The Carson campaign, on the other hand, is zeroing in on evangelical Christians and has strong ties to Las Vegas churches. Carson's operatives believe that given Nevada's historically minuscule turnout, this targeted approach will yield better results than the broad-based strategy being employed by Trump.  

Munoz believes the competitive advantage of the Trump operation is not its paid staff but its army of supporters and volunteers, who are unrivaled for passion. 

He says that so many people showed up to a recent "open day" held at the three-room Trump Vegas office that traffic needed to be diverted on the road outside.  

When Jerry Chanin and his wife, Pam, walked into Trump’s campaign office during The Hill’s visit, he said something that few other candidates could expect to hear from a supporter. 

Describing what the billionaire GOP front-runner could say or do to lose his support, Chanin, holding a “Make America Great!” yard sign, said, “He could come to my house and lay a major turd on my lawn and I’d still vote for him.”

Chanin’s comments reflect recent focus groups held by Republican pollster Frank Luntz. “I've never seen voters so passionate and committed to a candidate after seeing an hour's worth of reasons why not to vote for him,” he told CBS News. 

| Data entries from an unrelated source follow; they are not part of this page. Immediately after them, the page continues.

import { describe, expect, it } from 'vitest'
import { nameplatePatch } from '../../../../shared/api/places'
import { nameplateSchema, type Dictionary, type Nameplate } from '../../../../shared/settings/nameplate'
import { bodyOf, draftOf } from '../../../../utils/forms/fields'
import { revisionChanges } from '../../../../utils/nameplates/compare'
import { dictionaryOf, dictionaryPatch, draftsOf, emptyEntry } from '../../../../utils/nameplates/dictionary'
import { filled, nameplateFields, nameplateGroups, nameplateRecord, nameplateUnit } from '../../../../utils/nameplates/fields'

const plate: Nameplate = {
  model: 'HL40-200V', axisKind: 'linear', stroke: 200, ratedThrust: 640, forceBase: 'rated-thrust', firstMove: 1, brakeFitted: false, efficiency: 0.9, firmwareSeen: ['2.1', '2.2'], note: 'invented',
  dictionary: { 'K-017': { name: 'damping', min: 0, max: 30, weight: 'motion' }, 'F': { allowed: ['A', 'B', 2, true] } },
}

describe('the form of a nameplate', () => {
  it('asks every field of the schema exactly once, dictionary and entry table apart', () => {
    const names = nameplateGroups.flatMap(group => Object.keys(group.fields))
    expect([...names].sort()).toEqual(Object.keys(nameplateSchema.shape).filter(name => !['dictionary', 'entryTable'].includes(name)).sort())
    expect(new Set(names).size).toBe(names.length)
  })

  it('gives back the nameplate that it shows', () => {
    const fields = nameplateFields('linear')
    const { dictionary: _dictionary, ...plain } = plate
    expect(bodyOf(fields, draftOf(fields, nameplateRecord(plate)))).toEqual(plain)
  })

  it('needs model, kind and stroke, and marks no other', () => {
    expect(nameplateFields('linear').filter(field => field.needed).map(field => field.name)).toEqual(['model', 'axisKind', 'stroke'])
  })

  it('says units by the kind of axis', () => {
    expect([nameplateUnit('stroke', 'linear'), nameplateUnit('stroke', 'rotary'), nameplateUnit('ratedThrust', 'rotary'), nameplateUnit('maxSpeed', 'linear'), nameplateUnit('maxAcceleration', 'rotary'), nameplateUnit('repeatability', 'linear'), nameplateUnit('pressForceMax', 'linear'), nameplateUnit('rotorInertia', 'linear'), nameplateUnit('model', 'linear')])
      .toEqual(['mm', 'deg', 'N·m', 'mm/s', 'deg/s²', 'mm', '%', 'kg·cm²', ''])
  })

  it('explains without saying the unit twice', () => {
    const help = (name: string) => nameplateFields('linear').find(field => field.name === name)?.help
    expect(help('hardMargin')).toBe('From stroke end to hard stop, each end.')
    expect(help('forceBase')).toBe('What 100 % means. Left empty: rated thrust.')
    expect(help('firstMove')).toBe('Left empty: 0.')
    expect(help('repeatability')).toBeUndefined()
  })

  it('counts what stands on it', () => {
    expect(filled({ model: 'M', axisKind: 'linear', stroke: 1 }).count).toBe(3)
  })
})

describe('revisions', () => {
  it('differ value by value, in the order of the form, then by key', () => {
    const after: Nameplate = { ...plate, ratedThrust: 600, maxSpeed: 500, note: undefined, dictionary: { 'K-017': { name: 'damping', min: 0, max: 40 }, 'F': { allowed: ['A', 'B', 2, true] } } }
    expect(revisionChanges(plate, after)).toEqual([
      { key: 'note', label: 'Note', before: 'invented', after: undefined, unit: '' },
      { key: 'maxSpeed', label: 'Highest speed', before: undefined, after: 500, unit: 'mm/s' },
      { key: 'ratedThrust', label: 'Rated thrust or torque', before: 640, after: 600, unit: 'N' },
      { key: 'K-017/max', label: 'K-017, max', before: 30, after: 40, unit: '' },
      { key: 'K-017/weight', label: 'K-017, weight', before: 'motion', after: undefined, unit: '' },
    ])
  })
  it('are equal to themselves', () => expect(revisionChanges(plate, plate)).toEqual([]))
})

describe('the dictionary', () => {
  it('comes back from its form', () => expect(dictionaryOf(draftsOf(plate.dictionary))).toEqual(plate.dictionary))
  it('leaves away rows without a key', () => expect(dictionaryOf([emptyEntry()])).toEqual({}))

  const after: Dictionary = { 'K-017': { name: 'damping', min: 0, max: 40 }, 'N': {} }
  const patch = dictionaryPatch(plate.dictionary, after)
  it('travels as what changes; null takes out', () => expect(patch).toEqual({ 'F': null, 'K-017': { max: 40, weight: null }, 'N': {} }))
  it('is taken by the route', () => expect(nameplatePatch.parse({ rev: 1, dictionary: patch, note: null })).toEqual({ rev: 1, dictionary: patch, note: null }))
  it('says nothing where nothing changes', () => expect(dictionaryPatch(plate.dictionary, plate.dictionary)).toBeUndefined())
})
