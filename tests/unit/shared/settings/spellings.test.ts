import { readFileSync } from 'node:fs'
import { describe, expect, it } from 'vitest'
import { readSettings, type ReadOptions } from '../../../../shared/settings/read'
import type { Normalised, ReadOutcome } from '../../../../shared/settings/types'

/*
 * One content in every spelling that a drive tool, a script or a spreadsheet gives it: encodings × delimiters × decimal
 * signs × line ends. The content is the same, and the receipt says how the file was spelt.
 */

const text = readFileSync(new URL('../../../../fixtures/settings/csv/press.csv', import.meta.url), 'utf8')
/** The note of the file has two lines; without it each line is a record. */
const records = text.replace(/\nfile,,note,"[^"]*",/, '').trimEnd().split('\n').map(line => line.split(','))
const numeric = (cells: readonly string[]) => /^(setup|zone|move|extra|reading)$/.test(cells[0] ?? '') && cells[4] !== 'text' && /^-?\d/.test(cells[3] ?? '')

const encodings: Readonly<Record<Normalised['encoding'], (text: string) => Uint8Array>> = {
  'utf-8': text => new TextEncoder().encode(text),
  'utf-8-bom': text => Uint8Array.from([0xef, 0xbb, 0xbf, ...new TextEncoder().encode(text)]),
  'utf-16le': text => Uint8Array.from([0xff, 0xfe, ...Buffer.from(text, 'utf16le')]),
  'utf-16be': text => Uint8Array.from([0xfe, 0xff, ...Buffer.from(text, 'utf16le').swap16()]),
  'windows-1252': text => Uint8Array.from(text, sign => sign.charCodeAt(0)),
}
interface Spelling { readonly encoding: Normalised['encoding'], readonly delimiter: ',' | ';' | '\t', readonly decimal: 'point' | 'comma', readonly end: string, readonly quoted: boolean }
const spellings: Spelling[] = (Object.keys(encodings) as Normalised['encoding'][]).flatMap(encoding => ([',', ';', '\t'] as const).flatMap(delimiter => (['point', 'comma'] as const)
  .filter(decimal => !(delimiter === ',' && decimal === 'comma')).flatMap(decimal => ['\n', '\r\n', '\r'].flatMap(end => [false, true].map(quoted => ({ encoding, delimiter, decimal, end, quoted }))))))

function spelt({ encoding, delimiter, decimal, end, quoted }: Spelling, change: (cells: readonly string[]) => readonly string[] = cells => cells): Uint8Array {
  const cell = (value: string, cells: readonly string[], index: number) => {
    const signed = decimal === 'comma' && index === 3 && numeric(cells) ? value.replace('.', ',') : value
    return quoted ? `"${signed}"` : signed
  }
  return encodings[encoding](records.map((cells) => {
    const changed = change(cells)
    return changed.map((value, index) => cell(value, changed, index)).join(delimiter)
  }).join(end) + end)
}
const read = (bytes: Uint8Array, options?: ReadOptions) => readSettings(bytes, options)
const contentOf = (outcome: ReadOutcome) => outcome.ok ? outcome.value.content : outcome.errors

describe('one content in every spelling', () => {
  const expected = contentOf(read(new TextEncoder().encode(text)))

  it(`${spellings.length} of them are one content, and each receipt says which it was`, () => {
    expect(expected).toMatchObject({ setup: { homeOffset: 2.35 }, moves: [{ move: 0 }, { move: 2, approach: 150.5 }, { move: 5 }] })
    for (const spelling of spellings) {
      const outcome = read(spelt(spelling))
      expect(contentOf(outcome), JSON.stringify(spelling)).toEqual(expected)
      if (outcome.ok) expect(outcome.value.normalised).toMatchObject({ form: 'csv', encoding: spelling.encoding, delimiter: spelling.delimiter, decimal: spelling.decimal, rounded: 0, converted: 0 })
    }
  })

  it('is one content with the four cells that a line without a unit needs, and with empty cells behind the fifth', () => {
    for (const [delimiter, decimal] of [[',', 'point'], [';', 'comma'], ['\t', 'comma']] as const) {
      const spelling = { encoding: 'utf-8', delimiter, decimal, end: '\n', quoted: false } as const
      const short = (cells: readonly string[]) => cells[0] === 'section' ? cells : cells[4] === '' ? cells.slice(0, 4) : [...cells, '', '']
      expect(contentOf(read(spelt(spelling, short)))).toEqual(expected)
    }
  })

  it('is one content below a line that names the delimiter, with a header in capitals and blanks', () => {
    for (const delimiter of [',', ';', '\t']) {
      const header = ['Section', ' ROW', 'Field ', 'VALUE', ' unit '].join(delimiter)
      const lines = records.slice(1).map(cells => cells.join(delimiter)).join('\n')
      expect(contentOf(read(new TextEncoder().encode(`sep=${delimiter}\n${header}\n${lines}`)))).toEqual(expected)
    }
  })

  it('is one content whatever the order of its lines, with empty lines between them', () => {
    const [header = [], ...rest] = records
    for (const order of [[...rest].reverse(), [...rest].sort((a, b) => (a[3] ?? '') < (b[3] ?? '') ? -1 : 1)]) {
      expect(contentOf(read(new TextEncoder().encode([header, ...order].map(cells => cells.join(';')).join('\n\n'))))).toEqual(expected)
    }
  })
})

describe('decimal signs', () => {
  const semicolon = { encoding: 'utf-8', delimiter: ';', decimal: 'comma', end: '\n', quoted: false } as const
  /** The approach of move 2 written so; the home offset of 2,35 mm proves the comma. */
  const withComma = (cells: readonly string[]) => numeric(cells) ? cells.map((cell, index) => index === 3 ? cell.replace('.', ',') : cell) : cells
  const approach = (value: string) => read(spelt({ ...semicolon, decimal: 'point' }, cells => cells[2] === 'approach' ? [...cells.slice(0, 3), value, 'mm'] : withComma(cells)))
  const line = records.findIndex(cells => cells[2] === 'approach') + 1

  it('a cell with the other sign is refused at its place, where the file has one sign elsewhere', () => {
    expect(approach('150.5')).toMatchObject({ ok: false, errors: [{ code: 'decimal-mixed', at: '' }] })
    // Alone it could be a group of thousands or a part: with commas elsewhere it is neither read nor guessed.
    expect(approach('1.500')).toMatchObject({ ok: false, errors: [{ code: 'number-unclear', at: '/moves/1/approach', line, value: '1.500' }] })
  })

  it('a file that shows none is asked for it, once a cell, and read as it is told', () => {
    const unclear = (options?: ReadOptions) => read(spelt({ ...semicolon, decimal: 'point' }, cells => numeric(cells) ? [...cells.slice(0, 3), '1.500', cells[4] ?? ''] : cells), options)
    const asked = unclear()
    expect(asked.ok).toBe(false)
    if (!asked.ok) expect(new Set(asked.errors.map(({ code }) => code))).toEqual(new Set(['number-unclear']))
    // Read with a point 1.500 is 1.5, which no whole row number or count may be; a zone from 1.5 to 1.5 has no width.
    const told = unclear({ decimal: 'point' })
    if (!told.ok) expect(told.errors.map(({ code }) => code)).not.toContain('number-unclear')
  })

  it('in a file with commas between its cells a quoted comma in a number is unclear, with both readings', () => {
    const outcome = read(spelt({ ...semicolon, delimiter: ',', decimal: 'point', quoted: true }, cells => cells[2] === 'homeOffset' ? [...cells.slice(0, 3), '2,35', 'mm'] : cells))
    expect(outcome).toMatchObject({ ok: false, errors: [{ code: 'number-unclear', at: '/setup/homeOffset', line: records.findIndex(cells => cells[2] === 'homeOffset') + 1, value: '2,35' }] })
    if (!outcome.ok) expect(outcome.errors[0]?.message).toMatch(/2\.35.*235|235.*2\.35/)
  })

  it('the drive’s own texts are no numbers: a comma in them proves nothing', () => {
    const outcome = read(spelt({ ...semicolon, decimal: 'point' }, cells => cells[2] === 'Recipe' ? ['extra', '', 'Recipe', '0,07', 'text'] : cells))
    expect(outcome).toMatchObject({ ok: true, value: { normalised: { decimal: 'point' }, content: { extra: { Recipe: '0,07' } } } })
  })
})

describe('Windows-1252', () => {
  it('lists the texts that were read so, since another code page would have other letters', () => {
    const bytes = spelt({ encoding: 'windows-1252', delimiter: ',', decimal: 'point', end: '\n', quoted: false }, cells => cells[2] === 'label' ? [...cells.slice(0, 3), `${cells[3] ?? ''} ä`, ''] : cells)
    const outcome = read(bytes)
    expect(outcome).toMatchObject({ ok: true, value: { normalised: { encoding: 'windows-1252' } } })
    if (outcome.ok) expect(outcome.value.normalised.decodedTexts).toEqual(expect.arrayContaining(['up ä', 'press ä']))
  })

  it.each([0x81, 0x8d, 0x8f, 0x90, 0x9d])('has no sign at %d: such a file is of no encoding that is read', (byte) => {
    const bytes = spelt({ encoding: 'windows-1252', delimiter: ',', decimal: 'point', end: '\n', quoted: false })
    const at = bytes.indexOf(0xb2)
    bytes[at] = byte
    expect(at).toBeGreaterThan(0)
    expect(read(bytes)).toMatchObject({ ok: false, errors: [{ code: 'encoding', line: records.findIndex(cells => cells[4]?.includes('²')) + 1 }] })
  })
})
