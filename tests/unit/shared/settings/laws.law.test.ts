import { createHash } from 'node:crypto'
import fc from 'fast-check'
import { describe, expect, it } from 'vitest'
import { contentOf } from '../../../../shared/settings/content'
import { readCsv } from '../../../../shared/settings/csv-reader'
import { hashesOf } from '../../../../shared/settings/hash'
import { readJson } from '../../../../shared/settings/json-reader'
import { readSettings, readSettingsText } from '../../../../shared/settings/read'
import { type ReadOutcome, type SettingsFile, schemaName } from '../../../../shared/settings/types'
import { writeCsv } from '../../../../shared/settings/write-csv'
import { writeJson } from '../../../../shared/settings/write-json'
import { arbitraryContent, arbitraryExtra, plainText } from '../../../support/arbitrary-content'

/*
 * The laws of the two forms: reading what was written gives the file back, identity and note included, and nothing but the
 * values counts for the hash.
 */

const optional = <Value>(value: fc.Arbitrary<Value>) => fc.option(value, { nil: undefined })
const serial = fc.string({ unit: fc.constantFrom(...'AZaz09._/-'), minLength: 1, maxLength: 64 })
const noteText = fc.string({ unit: fc.constantFrom(...'ab=-+@\'"\n\t,;# é😀'), minLength: 1, maxLength: 30 })
const time = fc.date({ min: new Date('1990-01-01T00:00:00Z'), max: new Date('2050-01-01T00:00:00Z'), noInvalidDate: true }).map(date => date.toISOString())

/** Leaves undefined out, and gives the bare objects that fast-check makes their prototype, as a reader would. */
const withoutUndefined = <Value extends object>(value: Value) => JSON.parse(JSON.stringify(value)) as Value

const arbitraryFile: fc.Arbitrary<SettingsFile> = fc.record({
  unit: fc.record({
    serial, channel: optional(fc.integer({ min: 0, max: 255 })), model: plainText(64), firmware: optional(plainText(32)),
    actuatorSerial: optional(serial), actuatorModel: optional(plainText(64)),
  }).map(withoutUndefined),
  exportedAt: time, exportedBy: optional(plainText(80)), note: optional(noteText), content: arbitraryContent(), readings: arbitraryExtra,
}).map(({ content, ...rest }) => withoutUndefined({ schema: schemaName, ...rest, ...content }))

const sha256 = (bytes: Uint8Array) => new Uint8Array(createHash('sha256').update(bytes).digest())

function fileOf(outcome: ReadOutcome): SettingsFile {
  if (!outcome.ok) throw new Error(JSON.stringify(outcome.errors.slice(0, 3)))
  return outcome.value.file
}

describe('the laws of the format', () => {
  it('readJson(writeJson(c)) = c', () => {
    fc.assert(fc.property(arbitraryFile, (file) => {
      expect(fileOf(readJson(writeJson(file)))).toEqual(file)
    }), { numRuns: 100 })
  })

  it('readCsv(writeCsv(c)) = c', () => {
    fc.assert(fc.property(arbitraryFile, (file) => {
      expect(fileOf(readCsv(writeCsv(file)))).toEqual(file)
    }), { numRuns: 100 })
  })

  it('one form and the other lose nothing, there and back', () => {
    fc.assert(fc.property(arbitraryFile, (file) => {
      const there = fileOf(readSettingsText(writeCsv(fileOf(readSettingsText(writeJson(file))))))
      expect(there).toEqual(file)
      return writeJson(there) === writeJson(file)
    }), { numRuns: 30 })
  })

  it('reading what was written rounds and converts nothing', () => {
    fc.assert(fc.property(arbitraryFile, (file) => {
      for (const text of [writeJson(file), writeCsv(file)]) {
        const outcome = readSettingsText(text)
        if (!outcome.ok) return false
        expect(outcome.value.normalised).toMatchObject({ rounded: 0, converted: 0, encoding: 'utf-8' })
      }
      return true
    }), { numRuns: 30 })
  })

  it('content is that of the file, in order', () => {
    fc.assert(fc.property(arbitraryFile, (file) => {
      const outcome = readJson(writeJson(file))
      expect(outcome.ok && outcome.value.content).toEqual(contentOf(file))
    }), { numRuns: 30 })
  })
})

describe('the content hash', () => {
  const hashOf = (outcome: ReadOutcome) => {
    if (!outcome.ok) throw new Error(JSON.stringify(outcome.errors.slice(0, 3)))
    return hashesOf(outcome.value.content, sha256).contentHash
  }
  const shuffled = (value: unknown, seed: number): unknown => {
    if (Array.isArray(value)) return value.map(each => shuffled(each, seed))
    if (typeof value !== 'object' || value === null) return value
    const entries = Object.entries(value).map(([key, each]) => [key, shuffled(each, seed)] as const)
    return Object.fromEntries(entries.map((entry, index) => ({ entry, rank: (index * 7919 + seed) % 101 })).sort((a, b) => a.rank - b.rank).map(({ entry }) => entry))
  }

  it('does not change with white space, escapes and the order of keys', () => {
    fc.assert(fc.property(arbitraryFile, fc.nat(), fc.constantFrom('', '  ', '\t'), (file, seed, indent) => {
      const text = JSON.stringify(shuffled(JSON.parse(writeJson(file)), seed), null, indent).replace(/[\u0080-\uffff]/g, sign => `\\u${sign.charCodeAt(0).toString(16).padStart(4, '0')}`)
      return hashOf(readJson(text)) === hashOf(readJson(writeJson(file)))
    }), { numRuns: 40 })
  })

  it('does not change with the order of rows, in either form', () => {
    const permuted = arbitraryFile.chain(file => fc.tuple(
      fc.constant(file), fc.shuffledSubarray([...file.moves], { minLength: file.moves.length }), fc.shuffledSubarray([...file.zones], { minLength: file.zones.length }),
    ))
    fc.assert(fc.property(permuted, ([file, moves, zones]) => {
      const other = { ...file, moves, zones }
      expect(hashOf(readJson(writeJson(other)))).toBe(hashOf(readJson(writeJson(file))))
      return hashOf(readCsv(writeCsv(other))) === hashOf(readJson(writeJson(file)))
    }), { numRuns: 40 })
  })

  it('does not change with the order of CSV lines', () => {
    const oneLine = arbitraryFile.map(({ note, ...file }) => note === undefined ? file : { ...file, note: note.replaceAll('\n', ' ') })
    fc.assert(fc.property(oneLine, fc.nat(), (file, seed) => {
      const [header = '', ...lines] = writeCsv(file).trimEnd().split('\r\n')
      const other = lines.map((line, index) => ({ line, rank: (index * 7919 + seed) % 1009 })).sort((a, b) => a.rank - b.rank).map(({ line }) => line)
      return hashOf(readCsv([header, ...other].join('\n'))) === hashOf(readCsv(writeCsv(file)))
    }), { numRuns: 40 })
  })

  it('does not change with the encoding', () => {
    fc.assert(fc.property(arbitraryFile, (file) => {
      const text = writeCsv(file)
      const expected = hashOf(readCsv(text))
      expect(hashOf(readSettings(Uint8Array.from([0xff, 0xfe, ...Buffer.from(text, 'utf16le')])))).toBe(expected)
      expect(hashOf(readSettings(Uint8Array.from([0xef, 0xbb, 0xbf, ...Buffer.from(text, 'utf8')])))).toBe(expected)
      expect(hashOf(readSettings(new Uint8Array(Buffer.from(text, 'utf16le').swap16())))).toBe(expected)
    }), { numRuns: 25 })
  })

  it('changes with any number of the content', () => {
    fc.assert(fc.property(arbitraryFile.filter(file => file.moves.length > 0), fc.nat(), fc.constantFrom(1e-6, -1e-6, 1), (file, at, by) => {
      const index = at % file.moves.length
      const moves = file.moves.map((move, each) => each === index ? { ...move, target: Math.floor((move.target + by) * 1e6 + 0.5) / 1e6 } : move)
      const changed = { ...file, moves }
      if (moves[index]?.target === file.moves[index]?.target || Math.abs(moves[index]?.target ?? 0) > 1e9) return true
      return hashOf(readJson(writeJson(changed))) !== hashOf(readJson(writeJson(file)))
    }), { numRuns: 40 })
  })

  it('does not change with who, when, why and the readings', () => {
    fc.assert(fc.property(arbitraryFile, arbitraryFile, (file, other) => {
      const { unit, exportedAt, readings } = other
      return hashOf(readJson(writeJson({ ...file, unit, exportedAt, readings, note: 'another' }))) === hashOf(readJson(writeJson(file)))
    }), { numRuns: 30 })
  })
})

describe('whatever comes', () => {
  it('is an answer, never an exception: any bytes', () => {
    fc.assert(fc.property(fc.uint8Array({ maxLength: 200 }), (bytes) => {
      const outcome = readSettings(bytes)
      return !outcome.ok && outcome.errors.length > 0
    }), { numRuns: 1000 })
  })

  it('is an answer, never an exception: a good file with one place spoilt', () => {
    const spoilt = fc.tuple(arbitraryFile, fc.boolean(), fc.nat(), fc.nat({ max: 3 }), fc.string({ unit: 'binary', maxLength: 2 })).map(([file, json, at, cut, put]) => {
      const text = json ? writeJson(file) : writeCsv(file)
      const index = at % (text.length + 1)
      return text.slice(0, index) + put + text.slice(index + cut)
    })
    fc.assert(fc.property(spoilt, (text) => {
      const outcome = readSettingsText(text)
      if (outcome.ok) return true
      const lines = text.split(/\r\n|\r|\n/).length
      return outcome.errors.every(error => error.message !== '' && (error.line ?? 1) >= 1 && (error.line ?? 1) <= lines + 1 && (error.column ?? 1) >= 1)
    }), { numRuns: 300 })
  })

  it('is an answer, never an exception: any JSON in place of any part', () => {
    const parts = ['schema', 'unit', 'exportedAt', 'exportedBy', 'note', 'axisKind', 'setup', 'zones', 'moves', 'extra', 'readings'] as const
    fc.assert(fc.property(arbitraryFile, fc.constantFrom(...parts), fc.jsonValue({ maxDepth: 4 }), (file, part, value) => {
      const outcome = readJson(JSON.stringify({ ...file, [part]: value }))
      return outcome.ok || outcome.errors.every(error => error.at === '' || error.at.startsWith('/'))
    }), { numRuns: 150 })
  })
})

These anecdotes also reflect polling data that show a higher proportion of Trump's supporters saying they have made up their minds than other candidates.  

At Nevada rallies last week, Trump's crowd dwarfed those of Cruz and Rubio in both size and intensity. 

At the Trump rally, the crowd of several thousand was on its feet, yelling and chanting; protesters were booted out, teenage boys wore blonde Trump wigs and dozens of supporters bought “Make America Great Again!” hats at the merchandise stand outside. 

More than half a dozen Trump supporters interviewed said they had made up their mind for Trump, no matter what.   

“I am 100 percent. 100 percent [for Trump],” said Charlene Dzadon, a retired flight attendant who is passionate about gun ownership. “He can act silly. … We need someone like that. We need change.

"And I don’t care how crazy it sounds. He’s acting like we are.” 

Rubio's crowd, earlier on the same day at a Vegas hotel a few minutes down the road, was about a tenth of the size of Trump's and much quieter. And at Cruz’s rally a few days later at a gated retiree community in the Las Vegas suburb of Summerlin, several hundred seniors sat politely in rows of chairs, listening to the candidate.  

Trump boasts that no candidate can draw the crowds he does, but there were signs at last week's rally that he is beginning to focus on voter turnout. At one point in his speech, Trump interrupted his flow to remind the crowd to vote in Nevada.  

And in a sign of more committed organization, outside the rally the Trump campaign was registering supporters.  

"Organizing matters," Munoz said, "[But] you can be as organized as, you know, anybody else out there, but if people aren't believing and buying into your candidate, then the rest means nothing."